Everything get's called from a jump table lookup that ultimately returns to:
Code:
f000:d1e7 2e ff 96 CALL word ptr CS:[BP + 0xd0ee]=>DAT_0000_d1ec Uses the hdd_interrupt_function_
ee d0
f000:d1ec b0 07 MOV AL,0x7
f000:d1ee e6 0a OUT 0xa,AL
f000:d1f0 eb 00 JMP LAB_f000_d1f2
LAB_f000_d1f2 XREF[1]: f000:d1f0(j)
f000:d1f2 ba 23 03 MOV DX,0x323
f000:d1f5 02 16 77 00 ADD DL,byte ptr [offset hdd_unknown] = ??
f000:d1f9 b0 00 MOV AL,0x0
f000:d1fb ee OUT DX,AL
f000:d1fc 2e 8e 1e MOV DS,word ptr CS:[segment_bios_data] = 0040h
de e2
f000:d201 9d POPF
f000:d202 07 POP ES
f000:d203 5d POP BP
f000:d204 5f POP DI
f000:d205 5e POP SI
f000:d206 5a POP DX
f000:d207 59 POP CX
f000:d208 5b POP BX
f000:d209 58 POP AX
f000:d20a 32 e4 XOR AH,AH
f000:d20c 3a 26 74 00 CMP AH,byte ptr [offset hdd_1_status] = ??
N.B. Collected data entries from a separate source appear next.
/// Which count statistics to evaluate, and their parameters.
#[derive(Debug, Clone, Copy, PartialEq)]
pub struct CountParams {
    pub ears: EarsParams,
    /// Evaluate EARS C1, C2, C3 (default all three).
    pub c1: bool,
    pub c2: bool,
    pub c3: bool,
    /// The count CUSUM, off by default (`None`): EARS needs only a week of history.
    pub cusum: Option<CountCusumParams>,
}

impl Default for CountParams {
    fn default() -> CountParams {
        CountParams { ears: EarsParams::default(), c1: true, c2: true, c3: true, cusum: None }
    }
}

/// Input of [`count_aberration`]: daily counts by report date for one jurisdiction, oldest
/// first, the day to test last.
#[derive(Debug, Clone, PartialEq)]
pub struct CountInput {
    pub source: String,
    /// The jurisdiction (or other stratum); empty for the whole source.
    pub subject: String,
    pub daily_counts: Vec<f64>,
}

/// The enabled count rules on the latest day, one `(rule, outcome)` per rule, in the order
/// C1, C2, C3, CUSUM.
pub fn count_aberration(input: &CountInput, params: &CountParams) -> Vec<(Rule, Outcome)> {
    let counts = &input.daily_counts;
    let Some(t) = counts.len().checked_sub(1) else {
        return Vec::new();
    };
    let ears = &params.ears;
    let mut outcomes = Vec::new();
    let standard = |rule, stat: Option<aberration::Standardised>, threshold| {
        let outcome = match stat {
            None => not_enough_days(counts.len()),
            Some(s) if s.value > threshold => Outcome::Signal(count_signal(
                input,
                rule,
                s.value,
                threshold,
                vec![
                    Figure::new("count", s.observed),
                    Figure::new("baseline_mean", s.baseline_mean),
                    Figure::new("baseline_sd", s.baseline_sd),
                ],
            )),
            Some(_) => Outcome::Clear,
        };
        (rule, outcome)
    };
    if params.c1 {
        outcomes.push(standard(Rule::EarsC1, aberration::c1(counts, t, ears.min_sd), ears.c1_threshold));
    }
    if params.c2 {
        outcomes.push(standard(Rule::EarsC2, aberration::c2(counts, t, ears.min_sd), ears.c2_threshold));
    }
    if params.c3 {
        let outcome = match aberration::c3(counts, t, ears.min_sd) {
            None => not_enough_days(counts.len()),
            Some(value) if value > ears.c3_threshold => Outcome::Signal(count_signal(
                input,
                Rule::EarsC3,
                value,
                ears.c3_threshold,
                vec![Figure::new("count", counts[t])],
            )),
            Some(_) => Outcome::Clear,
        };
        outcomes.push((Rule::EarsC3, outcome));
    }
    if let Some(cusum) = &params.cusum {
        outcomes.push((Rule::CountCusum, count_cusum_outcome(input, cusum)));
    }
    outcomes
}

/// Per-day reference values and decision intervals of the count CUSUM, from each day's moving
/// baseline; NaN where the baseline is not complete.
pub fn count_cusum_references(counts: &[f64], params: &CountCusumParams) -> Vec<(f64, f64)> {
    (0..counts.len())
        .map(|t| {
            let Some(end) = t.checked_sub(params.guard_days + 1) else {
                return (f64::NAN, f64::NAN);
            };
            let Some(start) = (end + 1).checked_sub(params.baseline_days) else {
                return (f64::NAN, f64::NAN);
            };
            let (mean, sd) = aberration::mean_and_sd(&counts[start..=end]);
            let mu0 = mean.max(params.min_mean);
            let variance = match params.family {
                CountFamily::Poisson => mu0,
                CountFamily::NegativeBinomial => (sd * sd).max(mu0),
            };
            let sd0 = variance.sqrt();
            let mu1 = mu0 + params.shift_sds * sd0;
            let k = if variance > mu0 * (1.0 + 1e-9) {
                let size = mu0 * mu0 / (variance - mu0);
                aberration::negative_binomial_reference_value(mu0, mu1, size)
            } else {
                aberration::poisson_reference_value(mu0, mu1)
            };
            (k, params.h_sds * sd0)
        })
        .collect()
}

fn count_cusum_outcome(input: &CountInput, params: &CountCusumParams) -> Outcome {
    let counts = &input.daily_counts;
    let (references, intervals): (Vec<f64>, Vec<f64>) =
        count_cusum_references(counts, params).into_iter().unzip();
    let days = aberration::count_cusum(counts, &references, &intervals);
    let (Some(last), Some(&h)) = (days.last(), intervals.last()) else {
        return not_enough_days(counts.len());
    };
    if h.is_nan() {
        return not_enough_days(counts.len());
    }
    if !last.alarm {
        return Outcome::Clear;
    }
    Outcome::Signal(count_signal(
        input,
        Rule::CountCusum,
        last.statistic,
        h,
        vec![Figure::new("count", counts[counts.len() - 1]), Figure::new("reference_value", last.reference)],
    ))
}

fn not_enough_days(days: usize) -> Outcome {
    Outcome::NotEnoughData(format!("{days} days of counts"))
}

fn count_signal(input: &CountInput, rule: Rule, value: f64, threshold: f64, figures: Vec<Figure>) -> Signal {
    let count = figures.first().map_or(f64::NAN, |f| f.value);
    Signal {
        rule,
        source: input.source.clone(),
        subject: input.subject.clone(),
        severity: if value >= 2.0 * threshold { Severity::Critical } else { Severity::Warning },
        measure: rule.as_str(),
        observed: value,
        threshold,
        summary: format!(
            "{}{}: {} cases on the latest report day, {} = {:.2} above its threshold {:.2}",
            input.source,
            subject_suffix(&input.subject),
            count,
            rule.as_str(),
            value,
            threshold
        ),
        figures,
    }
}

// ---------------------------------------------------------------------------------------------
// helpers

/// The last `n` items.
fn tail<T>(items: &[T], n: usize) -> &[T] {
    &items[items.len().saturating_sub(n)..]
}

/// The median of the non-NaN values; `None` when there are none.
pub fn median(values: &[f64]) -> Option<f64> {
    let mut sorted: Vec<f64> = values.iter().copied().filter(|v| !v.is_nan()).collect();
    if sorted.is_empty() {
        return None;
    }
    sorted.sort_by(f64::total_cmp);
    let mid = sorted.len() / 2;
    Some(if sorted.len() % 2 == 1 { sorted[mid] } else { (sorted[mid - 1] + sorted[mid]) / 2.0 })
}

fn subject_suffix(subject: &str) -> String {
    if subject.is_empty() { String::new() } else { format!(" ({subject})") }
}

#[cfg(test)]
mod tests;
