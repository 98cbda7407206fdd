using LongRecord.Synthesis.Model;
using LongRecord.Synthesis.Timeline;

namespace LongRecord.Synthesis.Truth;

/// <summary>
/// Ground truth of a synthetic recording, in time order. Beats are a view over the schedule, built on demand, so the
/// truth costs the schedule's <see cref="BytesPerBeat"/> bytes per beat and nothing more.
/// </summary>
public sealed class RecordingTruth
{
    /// <summary>Schedule bytes per beat: a 32-byte complex plus a 4-byte index.</summary>
    public const int BytesPerBeat = 36;

    private readonly Complex[] _complexes;
    private readonly int[] _beatIndex;
    private readonly LeadMorphologies _morph;
    private readonly double _fs;
    private readonly ContinuousSource[] _sources;

    internal RecordingTruth(Complex[] complexes, ContinuousSource[] sources, LeadMorphologies morph, double samplingRateHz,
        IReadOnlyList<RhythmInterval> rhythms, IReadOnlyList<NoiseInterval> noise, IReadOnlyList<int> noiseLeadMasks)
    {
        _complexes = complexes;
        _sources = sources;
        _morph = morph;
        _fs = samplingRateHz;
        var beats = new List<int>();
        var pWaves = new List<TruthPWave>();
        for (var i = 0; i < complexes.Length; i++)
        {
            if (complexes[i].IsBeat)
            {
                beats.Add(i);
            }
            else
            {
                var c = complexes[i];
                pWaves.Add(new TruthPWave(c.PTimeS, Sample(c.PTimeS), c.Class == Complex.ClassNonConductedP, WaveCatalogue.PShapes[c.PShape].Name));
            }
        }

        _beatIndex = [.. beats];
        Beats = new BeatList(this);
        PWaves = pWaves;
        Rhythms = rhythms;
        Noise = noise;
        NoiseLeadMasks = noiseLeadMasks;
    }

    public IReadOnlyList<TruthBeat> Beats { get; }

    /// <summary>P waves with no QRS of their own (non-conducted or dissociated).</summary>
    public IReadOnlyList<TruthPWave> PWaves { get; }

    /// <summary>Timeline segments and the episodes inside them, ordered by start.</summary>
    public IReadOnlyList<RhythmInterval> Rhythms { get; }

    public IReadOnlyList<NoiseInterval> Noise { get; }

    internal IReadOnlyList<int> NoiseLeadMasks { get; }

    /// <summary>The neutral annotation list (beats, rhythm changes, noise changes, non-conducted P), in sample order.</summary>
    public IEnumerable<TruthAnnotation> Annotations() => TruthAnnotations.Build(this, _complexes, _sources);

    internal long Sample(double tS) => (long)Math.Round(tS * _fs);

    internal double SamplingRateHz => _fs;

    private TruthBeat MakeBeat(int index)
    {
        var c = _complexes[_beatIndex[index]];
        var m = c.Morph;
        var onset = c.RTimeS + _morph.QrsOnsetS[m];
        var offset = c.RTimeS + _morph.QrsOffsetS[m];
        var tEnd = c.RTimeS + _morph.TEndS(m, c.RrS);
        var hasP = !double.IsNaN(c.PTimeS);
        var kind = !hasP ? PWaveKind.None
            : c.PShape == WaveCatalogue.PSinus ? PWaveKind.Sinus
            : c.PShape == WaveCatalogue.PRetrograde ? PWaveKind.Retrograde
            : PWaveKind.Ectopic;
        double? rr = index == 0 ? null : c.RTimeS - _complexes[_beatIndex[index - 1]].RTimeS;
        return new TruthBeat(
            index, c.RTimeS, Sample(c.RTimeS), (BeatClass)c.Class, WaveCatalogue.Morphologies[m].Name, WaveCatalogue.Morphologies[m].IsBroad,
            onset, offset, Sample(onset), Sample(offset),
            kind, hasP ? c.PTimeS : null, hasP ? Sample(c.PTimeS) : null, hasP ? WaveCatalogue.PShapes[c.PShape].Name : null,
            tEnd, Sample(tEnd), rr);
    }

    private sealed class BeatList(RecordingTruth owner) : IReadOnlyList<TruthBeat>
    {
        public TruthBeat this[int index] =>
            (uint)index < (uint)owner._beatIndex.Length ? owner.MakeBeat(index) : throw new ArgumentOutOfRangeException(nameof(index));

        public int Count => owner._beatIndex.Length;

        public IEnumerator<TruthBeat> GetEnumerator()
        {
            for (var i = 0; i < Count; i++)
            {
                yield return owner.MakeBeat(i);
            }
        }

        System.Collections.IEnumerator System.Collections.IEnumerable.GetEnumerator() => GetEnumerator();
    }
}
f000:d210 8a 26 74 00 MOV AH,byte ptr [offset hdd_1_status] = ??
f000:d214 1f POP DS
f000:d215 ca 02 00 RETF 0x2
So, whatever is causing the failure is tripping something up in the hdd_select_controller logic (my name again) starting at f000:d4e3 in the rom. I haven't had a chance to dig into that and likely won't for a while. I'm also not an expert at 16bit assembly, just a bit of a dabbler.